My last night in Minnesota, James takes me to a party given in his honor. The host wears a leopard-print coat, there are drinks named after characters from the book, and a bonfire blazes in the yard of the craftsman-style house where Macalester faculty and friends mill about. In September, James had woken up to a congratulatory e-mail: He’d made the shortlist for the Man Booker Prize, which comes with an award of $75,000. He was not viewed as the favorite, but over dinner with “lords and ladies and earls and all that stuff,” he’d jotted down a list of people to thank, just in case. When he won, he became the first Jamaican writer to do so. The next morning, he posted a picture of the award on Facebook, captioned “Holy shit.” Tonight, behind a cheese tray, someone has tacked up a picture of James in a tux chatting with Camilla, the duchess of Cornwall, at the prize ceremony in London. “She said she was reading the book. I kind of believed her,” he says, laughing. “I asked her how she was handling the Jamaican patois, and she said, ‘I knew Bob Marley.'”
James’ relationship to his success — in addition to everything else, HBO is making a series based on A Brief History — is complicated. He has not been to his home country since the novel was published, and is hesitant to do a scheduled reading there this spring. “The book paints a pretty damning portrait of the country and of the time,” he says. “I could have easily written a story that made sure the right people don’t get offended, but I’d rather not tackle the topic at all than do it half-assed.”

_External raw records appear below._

describe('sheet errors', () => {
  test('an empty sheet', () => {
    const result = preview([[], [null, '  ']]);
    expect(result.issues.map((issue) => [issue.code, issue.message])).toEqual([
      ['empty_sheet', 'Sheet "Readouts": the sheet is empty.'],
    ]);
    expect(result.plate).toBeNull();
  });

  test('a header without data rows', () => {
    const result = preview([HEADERS, []]);
    expect(result.issues.map((issue) => issue.message)).toEqual([
      'Sheet "Readouts": the sheet has a header row (row 1) but no data rows below it.',
    ]);
  });

  test('a required column that the sheet lacks', () => {
    const without = HEADERS.filter((header) => header !== 'I control [pA]');
    const result = preview([without, GOOD.filter((_, i) => i !== COLUMN['I control [pA]'])]);
    expect(result.issues.map((issue) => [issue.code, issue.message])).toEqual([
      [
        'missing_column',
        'Sheet "Readouts", row 1: no column is chosen for the control current, which every plate needs.',
      ],
    ]);
    expect(result.rows).toEqual([]);
  });

  test('a saved template whose header is not in this file', () => {
    const sheet = sheetOf([HEADERS, GOOD]);
    const mapping = guessMapping(sheet).mapping;
    const renamed = sheetOf([HEADERS.map((h) => (h === 'Conc (nM)' ? 'Conc (uM)' : h)), GOOD]);
    const result = validatePlateSheet(renamed, mapping, OPTIONS);
    expect(result.issues.map((issue) => issue.message)).toEqual([
      'Sheet "Readouts", row 1: the header row has no column "Conc (nM)" (chosen for the concentration); its headers are "Well", "Compound", "Conc (uM)", "Target", "I control [pA]", "I compound [pA]", "Rseal (GOhm)", "Rs (MOhm)", "Cm (pF)", "Role".',
    ]);
  });

  test('a mapped header that appears twice', () => {
    const result = preview([
      [...HEADERS, 'Rs (MOhm)'],
      [...GOOD, 6],
    ]);
    expect(result.issues.map((issue) => issue.message)).toEqual([
      'Sheet "Readouts", row 1: the header "Rs (MOhm)" (chosen for the series resistance) appears in columns H and K; rename one so Gatewell knows which to read.',
    ]);
  });
});
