// Gatewell's four-parameter Hill fit against a published dose-response analysis (ryegrass, drc).
// Data and estimates with their sources: tests/fixtures/check-values/ryegrass.json.
import ryegrass from '../fixtures/check-values/ryegrass.json';
import { describe, expect, test } from 'vitest';
import { fitHillCurve } from '@/lib/science/fit/hill-curve';
import { resolveHillFitOptions } from '@/lib/science/fit/hill-options';

// Inderjit, Streibig & Olofsdotter 2002, Physiol Plant 114:422–428: ferulic acid (mM) vs ryegrass root
// length (cm), 24 observations, as distributed with the R package drc.
const conc = ryegrass.concentration_mM;
const rootLength = ryegrass.rootLength_cm;

// drc documentation, four-parameter log-logistic f(x) = c + (d − c)/(1 + exp(b(ln x − ln e))).
// Gatewell's Hill form bottom + (top − bottom)/(1 + (IC50/C)^n) is the same curve with
// n = −b, bottom = c, top = d, IC50 = e.
const drc = ryegrass.drcLogLogistic4;
const DRC = {
  b: { estimate: drc.b_slope.estimate, se: drc.b_slope.standardError },
  c: { estimate: drc.c_lower_cm.estimate, se: drc.c_lower_cm.standardError },
  d: { estimate: drc.d_upper_cm.estimate, se: drc.d_upper_cm.standardError },
  e: { estimate: drc.e_ed50_mM.estimate, se: drc.e_ed50_mM.standardError },
  residualSe: drc.residualStandardError_cm,
  df: drc.degreesOfFreedom,
  rss: drc.residualSumOfSquares_cm2,
};

describe('ryegrass four-parameter fit (drc estimates)', () => {
  // Root length falls with concentration: a negative Hill slope and wide bounds on bottom and top.
  const options = resolveHillFitOptions({
    model: 'hill4',
    bounds: { hillSlope: [-20, -0.05], bottom: [-100, 100], top: [-100, 100] },
  });
  const fit = fitHillCurve(conc, rootLength, options);
  const within = (actual: number, expected: number, fraction: number) =>
    expect(Math.abs(actual - expected)).toBeLessThanOrEqual(fraction * Math.abs(expected));

  test('estimates agree with drc to its printed precision', () => {
    expect(fit.converged).toBe(true);
    within(-fit.hillSlope, DRC.b.estimate, 1e-5);
    within(fit.bottom, DRC.c.estimate, 1e-5);
    within(fit.top, DRC.d.estimate, 1e-5);
    within(fit.ic50_uM, DRC.e.estimate, 1e-5);
  });

  test('residual SE, RSS and degrees of freedom agree with drc', () => {
    expect(fit.degreesOfFreedom).toBe(DRC.df);
    within(fit.residualSd!, DRC.residualSe, 1e-6);
    within(fit.rss, DRC.rss, 1e-6);
  });

  test('standard errors agree with drc within 3 % (s²(JᵀJ)⁻¹ differs slightly from drc)', () => {
    within(fit.hillSlopeSe!, DRC.b.se, 0.03);
    within(fit.bottomSe!, DRC.c.se, 0.03);
    within(fit.topSe!, DRC.d.se, 0.03);
    // SE of e from the SE of log10 e by the delta method: SE(e) = e · ln 10 · SE(log10 e).
    within(fit.ic50_uM * Math.LN10 * fit.log10Ic50Se!, DRC.e.se, 0.03);
  });
});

Nor is James of a mind to rein in his powerful mind now that it has a platform. He recently declined to mince his words in a Facebook post gone viral, saying he’d have been published far more often if only his writing pandered to older white women. Of his next book, a fantasy novel set in Africa in the 1100s, he says he’s going to “geek the fuck out. Am I going to write 200 pages about some obscure village that has nothing to do with the story? Yes. Talk about giant serpents and have an encyclopedia at the back? Fuck, yes. Invent a language, probably based on Yoruba or Swahili or Fang? Totally.” So if Jamaica isn’t in the mood to celebrate its native son, James is happy to settle tonight for Minneapolis. (“Minnesota niceness is real,” he told me earlier, when I’d accidentally cut a car off and the driver had waved cheerily.)
Around midnight, the party dies down. James wanders out to a chair by the bonfire, where the group is still lively. S’mores are being made and beers tipped back. James is mostly silent now, immovable, his powerful frame folded in on itself in his chair as he takes in the crowd of his own making. “I have no problem walking away from something,” he’d told me earlier. Tonight, though, he is lingering.